● **WHAT TO WORK ON**
Repeat exactly, and only, the lines of the entries below from the one with "of the document;" through the one with "of the rates", both ends included.

[Saved data entries]
■ ■ ■ ■ ■ ■ ■

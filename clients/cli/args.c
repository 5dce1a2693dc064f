/* SPDX-License-Identifier: GPL-3.0-or-later */
/* Taking the command line apart; see args.h. Options may stand before or after the command,
 * as "--name value" or "--name=value"; "--" ends them. */
#include "args.h"

#include <stdlib.h>
#include <string.h>

#define ONLY(command) (1u << (command))
/* What the three that ask have in common. */
#define ASKING (ONLY(LWC_ASK) | ONLY(LWC_PATH) | ONLY(LWC_TRAVEL))
#define EVERY ((1u << LWC_COMMAND_COUNT) - 1u)
#define AT(member) offsetof(lwc_args, member)

static const char *const COMMAND_NAMES[LWC_COMMAND_COUNT] = {
    [LWC_LOAD] = "load",         [LWC_LIST] = "list",
    [LWC_SHOW] = "show",         [LWC_REPORT] = "report",
    [LWC_HISTORY] = "history",   [LWC_PUBLISH] = "publish",
    [LWC_WITHDRAW] = "withdraw", [LWC_ASK] = "ask",
    [LWC_PATH] = "path",         [LWC_TRAVEL] = "travel",
    [LWC_DIFFERENCE] = "difference", [LWC_HEALTH] = "health",
    [LWC_ABOUT] = "about",       [LWC_REPLAY] = "replay",
    [LWC_COMPLETION] = "completion", [LWC_HELP] = "help",
};

static const lwc_option OPTIONS[] = {
    {"accept", "CODE,...", AT(accept), ONLY(LWC_PUBLISH),
     "publish in spite of these warnings, named one by one"},
    {"reason", "TEXT", AT(reason), ONLY(LWC_PUBLISH) | ONLY(LWC_WITHDRAW),
     "why; kept in the history"},
    {"mode", "SIGNS|NAME", AT(mode), ONLY(LWC_ASK) | ONLY(LWC_TRAVEL),
     "working mode, +-++ or a name from the document; \"any\" with reach"},
    {"near", "WHERE", AT(near), ASKING,
     "posture or pose nearby, \"m1=10 m2=20\" or \"x=0 y=0\""},
    {"from", "WHERE", AT(from), ONLY(LWC_ASK) | ONLY(LWC_PATH),
     "where the move (reach) or the path starts, \"m1=10 m2=20\""},
    {"tool", "NAME", AT(tool), ASKING, "tool of the document; else its first one"},
    {"revision", "N", AT(revision), ASKING | ONLY(LWC_REPLAY),
     "this revision instead of the published one"},
    {"margin-min", "V|NAME=V,...", AT(margin_min), ASKING,
     "least room wanted, for all margins or by name (reach, path, travel)"},
    {"units", "mm|m,deg|rad", AT(units), ASKING, "units of question and answer"},
    {"orientation", "FORM", AT(orientation), ASKING,
     "zyx, quaternion, rotation_vector, direction or rz in the answer"},
    {"all", NULL, AT(all), ONLY(LWC_ASK), "all solutions, not the tracked one (forward)"},
    {"point", "x=..,y=..,z=..", AT(point), ONLY(LWC_ASK), "reference point (jacobian)"},
    {"in", "FRAME", AT(in), ONLY(LWC_ASK), "frame of the rates (jacobian)"},
    {"distance", NULL, AT(distance), ONLY(LWC_ASK), "also the distance to singularities (margin)"},
    {"budget", "N", AT(budget), ASKING, "work allowed (reach, path, travel, margin --distance)"},
    {"timeout-ms", "N", AT(timeout_ms), ASKING, "the service gives up after this; only aborts"},
    {"certificate", NULL, AT(certificate), ONLY(LWC_PATH),
     "list the proved intervals; with --json they are printed"},
    {"reach", "position=V,angle=V", AT(reach), ONLY(LWC_TRAVEL), "how far to look each way"},
    {"ref", "TEXT", AT(ref), ASKING, "at most 32 characters, echoed in the answer"},
    {"expect", "DIGEST", AT(expect), ASKING,
     "refuse unless the revision's digest begins with this"},
    {"json-body", "FILE|-", AT(json_body), ONLY(LWC_ASK), "send this question as it stands"},
    {"record", "FILE", AT(record), ASKING,
     "append the question and its answer, for replay"},
    {"ok-any", NULL, AT(ok_any), ASKING, "exit status 0 whatever the verdict"},
    {"mechanism", "NAME", AT(mechanism), ONLY(LWC_REPLAY), "ask this mechanism instead"},
    {"check", "NAME,...", AT(check), ONLY(LWC_REPLAY),
     "compare these members too: digest, revision, state, ..."},
    {"ignore", "NAME,...", AT(ignore), ONLY(LWC_REPLAY), "leave these members out"},
    {"tolerance", "KIND=V,...", AT(tolerance), ONLY(LWC_REPLAY),
     "length_mm, angle_deg, ratio, reading; beats the file's"},
    {"update", NULL, AT(update), ONLY(LWC_REPLAY), "write the answers got into FILE"},
    {"server", "URL", AT(server), EVERY,
     "the service; else LEEWAY_SERVER, else http://127.0.0.1:8470"},
    {"token-file", "FILE", AT(token_file), EVERY, "file with the token; else LEEWAY_TOKEN_FILE"},
    {"timeout", "SECONDS", AT(timeout), EVERY, "longest wait for one answer, 30"},
    {"json", NULL, AT(json), EVERY, "print the answer as it came"},
    {"help", NULL, AT(help), EVERY, "explain the command"},
    {"version", NULL, AT(version), EVERY, "print the version"},
};

enum { OPTION_COUNT = sizeof OPTIONS / sizeof OPTIONS[0], TYPED_MAX = 24 };

const lwc_option *lwc_options(size_t *count)
{
    *count = OPTION_COUNT;
    return OPTIONS;
}

const char *lwc_command_name(lwc_command command)
{
    return COMMAND_NAMES[command];
}

/* Edit distance of two short words, cut off at TYPED_MAX characters. */
static size_t edit_distance(const char *a, const char *b)
{
    size_t row[TYPED_MAX + 1];
    size_t len_b = strlen(b) < TYPED_MAX ? strlen(b) : TYPED_MAX;
    for (size_t j = 0; j <= len_b; j++) {
        row[j] = j;
    }
    for (size_t i = 0; a[i] != '\0' && i < TYPED_MAX; i++) {
        size_t diagonal = row[0];
        row[0] = i + 1;
        for (size_t j = 0; j < len_b; j++) {
            size_t change = diagonal + (a[i] != b[j]);
            size_t drop = (row[j] < row[j + 1] ? row[j] : row[j + 1]) + 1;
            diagonal = row[j + 1];
            row[j + 1] = change < drop ? change : drop;
        }
    }
    return row[len_b];
}

const char *lwc_nearest(const char *typed, const char *const *known, size_t count)
{
    const char *best = NULL;
    size_t best_distance = strlen(typed) > 4 ? 3 : 2; /* further off is no help */
    for (size_t i = 0; i < count; i++) {
        size_t distance = edit_distance(typed, known[i]);
        if (distance < best_distance) {
            best_distance = distance;
            best = known[i];
        }
    }
    return best;
}

static const lwc_option *find_option(const char *name, size_t len)
{
    for (size_t i = 0; i < OPTION_COUNT; i++) {
        if (strlen(OPTIONS[i].name) == len && memcmp(OPTIONS[i].name, name, len) == 0) {
            return &OPTIONS[i];
        }
    }
    return NULL;
}

static bool complain_unknown_option(const char *word, size_t len)
{
    const char *names[OPTION_COUNT];
    for (size_t i = 0; i < OPTION_COUNT; i++) {
        names[i] = OPTIONS[i].name;
    }
    char typed[TYPED_MAX + 1] = "";
    for (size_t i = 0; i < len && i < TYPED_MAX; i++) {
        typed[i] = word[2 + i];
    }
    const char *near = lwc_nearest(typed, names, OPTION_COUNT);
    if (near != NULL) {
        lwc_complain("there is no option --%s; did you mean --%s?", typed, near);
    } else {
        lwc_complain("there is no option --%s; see: leeway help", typed);
    }
    return false;
}

/* Takes the option at argv[*at]; moves *at past a value given as its own word. */
static bool take_option(lwc_args *args, const lwc_option **used, size_t *n_used, int argc,
                        char **argv, int *at)
{
    char *word = argv[*at];
    char *equals = strchr(word, '=');
    size_t len = equals != NULL ? (size_t)(equals - word) - 2 : strlen(word) - 2;
    const lwc_option *option = find_option(word + 2, len);
    if (option == NULL) {
        return complain_unknown_option(word, len);
    }
    for (size_t i = 0; i < *n_used; i++) {
        if (used[i] == option) {
            lwc_complain("--%s is given twice; give it once", option->name);
            return false;
        }
    }
    used[(*n_used)++] = option;
    char *member = (char *)args + option->offset;
    if (option->value == NULL) {
        if (equals != NULL) {
            lwc_complain("--%s takes no value; leave out \"%s\"", option->name, equals);
            return false;
        }
        *(bool *)(void *)member = true;
        return true;
    }
    if (equals == NULL && *at + 1 >= argc) {
        lwc_complain("--%s wants a value: --%s %s", option->name, option->name, option->value);
        return false;
    }
    *(const char **)(void *)member = equals != NULL ? equals + 1 : argv[++*at];
    return true;
}

static bool find_command(lwc_args *args, const char *word)
{
    for (int i = 0; i < LWC_COMMAND_COUNT; i++) {
        if (strcmp(COMMAND_NAMES[i], word) == 0) {
            args->command = (lwc_command)i;
            return true;
        }
    }
    const char *near = lwc_nearest(word, COMMAND_NAMES, LWC_COMMAND_COUNT);
    if (near != NULL) {
        lwc_complain("there is no command \"%s\"; did you mean \"%s\"?", word, near);
    } else {
        lwc_complain("there is no command \"%s\"; see: leeway help", word);
    }
    return false;
}

static bool check_options(const lwc_args *args, const lwc_option *const *used, size_t n_used)
{
    for (size_t i = 0; i < n_used; i++) {
        if ((used[i]->commands & ONLY(args->command)) == 0) {
            lwc_complain("\"%s\" takes no option --%s; see: leeway help %s",
                         COMMAND_NAMES[args->command], used[i]->name,
                         COMMAND_NAMES[args->command]);
            return false;
        }
    }
    return true;
}

bool lwc_args_read(lwc_args *args, int argc, char **argv)
{
    *args = (lwc_args){.command = LWC_HELP};
    args->words = lwc_grow(NULL, (size_t)(argc > 0 ? argc : 1) * sizeof(*args->words));
    const lwc_option *used[OPTION_COUNT];
    size_t n_used = 0;
    bool command_known = false;
    bool options_ended = false;
    for (int i = 1; i < argc; i++) {
        if (!options_ended && strcmp(argv[i], "--") == 0) {
            options_ended = true;
        } else if (!options_ended && strcmp(argv[i], "-h") == 0) {
            args->help = true;
        } else if (!options_ended && lwc_starts(argv[i], "--")) {
            if (!take_option(args, used, &n_used, argc, argv, &i)) {
                return false;
            }
        } else if (!command_known) {
            if (!find_command(args, argv[i])) {
                return false;
            }
            command_known = true;
        } else {
            args->words[args->n_words++] = argv[i];
        }
    }
    if (!command_known && !args->help && !args->version) {
        lwc_complain("say what to do, for example: leeway list; all commands: leeway help");
        return false;
    }
    return args->help || check_options(args, used, n_used);
}

void lwc_args_clear(lwc_args *args)
{
    free(args->words);
    args->words = NULL;
    args->n_words = 0;
}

■ ■ ■ ■ ■ ■ ■

● **RESULT OF THIS TASK**
    {"tool", "NAME", AT(tool), ASKING, "tool of the document; else its first one"},
    {"revision", "N", AT(revision), ASKING | ONLY(LWC_REPLAY),
     "this revision instead of the published one"},
    {"margin-min", "V|NAME=V,...", AT(margin_min), ASKING,
     "least room wanted, for all margins or by name (reach, path, travel)"},
    {"units", "mm|m,deg|rad", AT(units), ASKING, "units of question and answer"},
    {"orientation", "FORM", AT(orientation), ASKING,
     "zyx, quaternion, rotation_vector, direction or rz in the answer"},
    {"all", NULL, AT(all), ONLY(LWC_ASK), "all solutions, not the tracked one (forward)"},
    {"point", "x=..,y=..,z=..", AT(point), ONLY(LWC_ASK), "reference point (jacobian)"},
    {"in", "FRAME", AT(in), ONLY(LWC_ASK), "frame of the rates (jacobian)"},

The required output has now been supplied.